And that is I think what is being debated here - not necessarily 'our' reps, but more the actual media itself.

Anyway, it's home time now. And I am feeling quite delicate/fragile today - and I didn't even go to the OnRec Awards last night - so I must adjourn to my bed...

Michelle Myers

Hi Ben.
I do understand what you’re saying – I really do - but I can’t help thinking there is something missing in your argument.

What you’re saying is you're in discussions with your client and a proposal has been sent that you feel has been negotiated right to the bottom with your rep. You are working hard to get this proposal signed off at that cost when, suddenly, the job board direct team swoop in and offer your client a better deal to go direct – a cheaper deal.

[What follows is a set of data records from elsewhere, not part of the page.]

impl Rows {
    fn split(text: &str, delimiter: Delimiter, most: usize) -> Result<Self, Error> {
        let mut rows = Self::default();
        if most > SAMPLE {
            // Exactly what is needed, so that memory stays within a few times the file.
            let breaks = text.bytes().filter(is_break).count() + 1;
            let fields = match delimiter.mark() {
                Some(mark) => text.bytes().filter(|byte| char::from(*byte) == mark).count() + breaks,
                None => text.len() / 2 + 1,
            };
            rows.ends.reserve_exact(fields);
            rows.text.reserve_exact(text.len());
        }
        let quotes = text.contains('"');
        let (mut rest, mut line, mut open) = (text, 1, false);
        while !rest.is_empty() && rows.counts.len() < most {
            let end = rest.bytes().position(|byte| is_break(&byte)).unwrap_or(rest.len());
            let (content, _) = rest.split_at_checked(end).unwrap_or((rest, ""));
            let begun = content.trim_start();
            let mut used = content.len();
            if let Some(remark) = begun.strip_prefix(['#', '%']) {
                if rows.counts.is_empty() {
                    rows.remark = Some((line, remark.trim_start_matches(['#', '%']).trim().to_owned()));
                }
            } else if line == 1 && begun.starts_with("sep=") && begun.trim_end().len() <= 5 {
                // Tells a spreadsheet what divides the fields.
            } else if !begun.trim_end_matches('\u{1a}').is_empty() {
                let before = rows.ends.len();
                if quotes && content.contains('"') {
                    used = rows.quoted(rest, delimiter, &mut open);
                } else {
                    match delimiter.mark() {
                        Some(mark) => content.split(mark).for_each(|field| rows.field(field)),
                        None => content.split_whitespace().for_each(|field| rows.field(field)),
                    }
                }
                let count = rows.ends.len() - before;
                if count > MOST_ROWS && most > SAMPLE {
                    return Err(Finding::new(Code::TableLarge)
                        .at(Place { line: Some(line), ..Place::default() })
                        .with("found", count)
                        .with("most", MOST_MAPS)
                        .into());
                }
                rows.counts.push(u32::try_from(count).unwrap_or(u32::MAX));
                rows.lines.push(u32::try_from(line).unwrap_or(u32::MAX));
            }
            let (passed, after) = rest.split_at_checked(used).unwrap_or((rest, ""));
            // Only quotes hold line breaks.
            line += if used > content.len() { line_breaks(passed) } else { 0 } + 1;
            rest = after.strip_prefix("\r\n").or_else(|| after.strip_prefix(['\n', '\r'])).unwrap_or(after);
        }
        if most > SAMPLE && rows.counts.len() >= most {
            return Err(Finding::new(Code::TableLarge)
                .at(Place { line: Some(line), ..Place::default() })
                .with("found", most)
                .with("most", MOST_MAPS)
                .into());
        }
        Ok(rows)
    }

    fn field(&mut self, field: &str) {
        let plain = |end: Option<&u8>| end.is_some_and(|byte| byte.is_ascii_graphic() && *byte != b'\'');
        if plain(field.as_bytes().first()) && plain(field.as_bytes().last()) {
            self.text.push_str(field);
        } else {
            let field = field.trim();
            let inner = field.strip_prefix('\'').and_then(|field| field.strip_suffix('\''));
            self.text.push_str(inner.unwrap_or(field));
        }
        self.ends.push(u32::try_from(self.text.len()).unwrap_or(u32::MAX));
    }

    /// Takes one row with quotes off the beginning of a text and returns how many bytes it had. `open` tells that a
    /// quote was met that nothing closes: such a one is a character like others, and there is no use in looking again.
    fn quoted(&mut self, text: &str, delimiter: Delimiter, open: &mut bool) -> usize {
        let ends_field = |c: char| delimiter.mark().map_or(c.is_whitespace(), |mark| c == mark);
        let mut at = 0;
        loop {
            let rest = text.get(at..).unwrap_or_default();
            let blanks: usize = rest
                .chars()
                .take_while(|&c| is_blank(c) && (delimiter == Delimiter::Blanks || !ends_field(c)))
                .map(char::len_utf8)
                .sum();
            let rest = rest.get(blanks..).unwrap_or_default();
            at += blanks;
            if delimiter == Delimiter::Blanks && (rest.is_empty() || rest.starts_with(['\n', '\r'])) {
                return at;
            }
            let mut field: Cow<'_, str> = "".into();
            if let Some(inside) = rest.strip_prefix('"').filter(|_| !*open) {
                match closed(inside) {
                    Some((content, used)) => {
                        field = content;
                        at += 1 + used;
                    }
                    None => *open = true,
                }
            }
            let rest = text.get(at..).unwrap_or_default();
            let length = rest.find(|c: char| ends_field(c) || c == '\n' || c == '\r').unwrap_or(rest.len());
            let tail = rest.get(..length).unwrap_or_default().trim();
            match (field.is_empty(), tail.is_empty()) {
                (true, _) => self.field(tail),
                (false, true) => self.field(&field),
                (false, false) => {
                    self.stray = true;
                    self.field(&[&*field, tail].concat());
                }
            }
            at += length;
            match rest.get(length..).and_then(|rest| rest.chars().next()) {
                Some(c) if ends_field(c) && c != '\n' && c != '\r' => at += c.len_utf8(),
                _ => return at,
            }
        }
    }

    /// Every field with the number of its row.
    fn fields(&self) -> impl Iterator<Item = (usize, &str)> {
        let rows = self.counts.iter().enumerate().flat_map(|(row, &count)| (0..count).map(move |_| row));
        let mut start = 0;
        rows.zip(&self.ends).map(move |(row, &end)| {
            let field = self.text.get(start..end as usize).unwrap_or_default();
            start = end as usize;
            (row, field)
        })
    }

    /// Takes out rows of which every field is empty, as spreadsheets leave them; among rows of numbers alone they have their
    /// place, unless they come last.
    fn drop_empty(&mut self) {
        let empty: Vec<bool> = self.empty_ends().iter().zip(&self.counts).map(|(e, count)| e == count).collect();
        if !empty.contains(&true) {
            return;
        }
        let is_word = |field: &str| !is_missing(field) && number_with_comma(field).is_none();
        let last = empty.iter().rposition(|empty| !empty).map_or(0, |last| last + 1);
        let worded = self.fields().skip_while(|(row, _)| *row == 0).any(|(_, field)| is_word(field));
        let mut row = 0;
        let goes: Vec<bool> = empty
            .iter()
            .map(|empty| {
                row += 1;
                *empty && (worded || row > last)
            })
            .collect();
        let mut of_fields = self.counts.iter().zip(&goes).flat_map(|(&count, &goes)| (0..count).map(move |_| goes));
        self.ends.retain(|_| !of_fields.next().unwrap_or(false));
        for list in [&mut self.counts, &mut self.lines] {
            let mut goes = goes.iter();
            list.retain(|_| !goes.next().copied().unwrap_or(false));
        }
    }

    /// Gives every row as many fields as most have. Marks at the end of a line begin no column, names of columns may lack the one above the
    /// labels, and a few lines of one field each before the table are its title, whose lines are returned.
    fn square(&mut self) -> Result<Option<(usize, usize)>, Error> {
        let mut frequency: BTreeMap<u32, usize> = BTreeMap::new();
        for &count in &self.counts {
            *frequency.entry(count).or_default() += 1;
        }
        // Of equally frequent ones the narrowest.
        let more =
            |best: (u32, usize), (&count, &rows): (&u32, &usize)| if rows > best.1 { (count, rows) } else { best };
        let usual = frequency.iter().fold((0, 0), more);
        let width = usual.0;
        let titles = if width > 1 && usual.1 >= 3 { self.titles() } else { 0 };
        let title = self.title(titles);

        if titles == 0 && width > 1 && self.counts.first() == Some(&(width - 1)) && usual.1 >= 2 {
            let names = self.fields().take_while(|(row, _)| *row == 0).all(|(_, field)| number(field).is_none());
            if names {
                self.ends.insert(0, 0);
                self.counts.iter_mut().take(1).for_each(|count| *count += 1);
            }
        }
        if self.is_even(width) {
            return Ok(title);
        }
        let empty = self.empty_ends();
        let surplus = |row: usize, count: u32| count > width && count - width <= empty.get(row).copied().unwrap_or(0);
        let counts = self.counts.iter().enumerate();
        if let Some((row, &count)) = counts.clone().find(|&(row, &count)| count != width && !surplus(row, count)) {
            let line = self.lines.get(row).map_or(1, |&line| line as usize);
            return Err(Finding::new(Code::TableRagged)
                .at(Place { line: Some(line), ..Place::default() })
                .with("found", count as usize)
                .with("expected", width as usize)
                .into());
        }
        let spare = counts
            .map(|(row, &count)| empty.get(row).copied().unwrap_or(0).saturating_sub(count.saturating_sub(width)));
        let kept = width - spare.min().unwrap_or(0).min(width.saturating_sub(1));
        if kept != width || self.counts.iter().any(|&count| count != width) {
            let mut position = 0;
            let mut counts = self.counts.iter().flat_map(|&count| (0..count).map(move |column| column < kept));
            self.ends.retain(|_| {
                position += 1;
                counts.next().unwrap_or(false)
            });
            self.counts.iter_mut().for_each(|count| *count = kept);
        }
        Ok(title)
    }

    /// How many rows of one field, three at most, stand above at least three others.
    fn titles(&self) -> usize {
        let titles = self.counts.iter().take_while(|count| **count == 1).count();
        if titles <= 3 && self.counts.len() >= titles + 3 { titles } else { 0 }
    }

    /// Takes rows of one field off the beginning; their first and last line.
    fn title(&mut self, rows: usize) -> Option<(usize, usize)> {
        let lines = self.lines.get(..rows).filter(|lines| !lines.is_empty())?;
        let title = (*lines.first()? as usize, *lines.last()? as usize);
        let length = rows.checked_sub(1).and_then(|last| self.ends.get(last)).map_or(0, |&end| end as usize);
        self.text.drain(..length);
        self.ends.drain(..rows);
        self.ends.iter_mut().for_each(|end| *end -= length as u32);
        self.counts.drain(..rows);
        self.lines.drain(..rows);
        self.remark = None;
        Some(title)
    }

    /// Whether every row has so many fields and the last one of the first is not empty, so that nothing is to be taken off.
    fn is_even(&self, width: u32) -> bool {
        let end = |field: u32| (field as usize).checked_sub(1).and_then(|field| self.ends.get(field)).copied();
        self.counts.iter().all(|count| *count == width) && width > 0 && end(width) != end(width - 1)
    }

    /// How many fields at the end of each row are empty.
    fn empty_ends(&self) -> Vec<u32> {
        let mut empty = vec![0; self.counts.len()];
        for (row, field) in self.fields() {
            if let Some(count) = empty.get_mut(row) {
                *count = if field.is_empty() { *count + 1 } else { 0 };
            }
        }
        empty
    }
}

I know these things have happened but its a small area and mainly needs to be treated on a case by case basis - where is the benefit to the job board here? They are losing money.

The bigger issue which we are eluding to - is the websites dealing directly with the clients and bypassing the agencies and isn’t that due to the reality that the job boards doing this MUST feel they can’t trust the agency to get this deal – or that they will take forever to do it?

Wouldn’t it be nice if we had some honest comments from the media on this topic as to if and why this happens? Maybe then agencies can do more to prevent it.

Right, I'm now winding my neck in.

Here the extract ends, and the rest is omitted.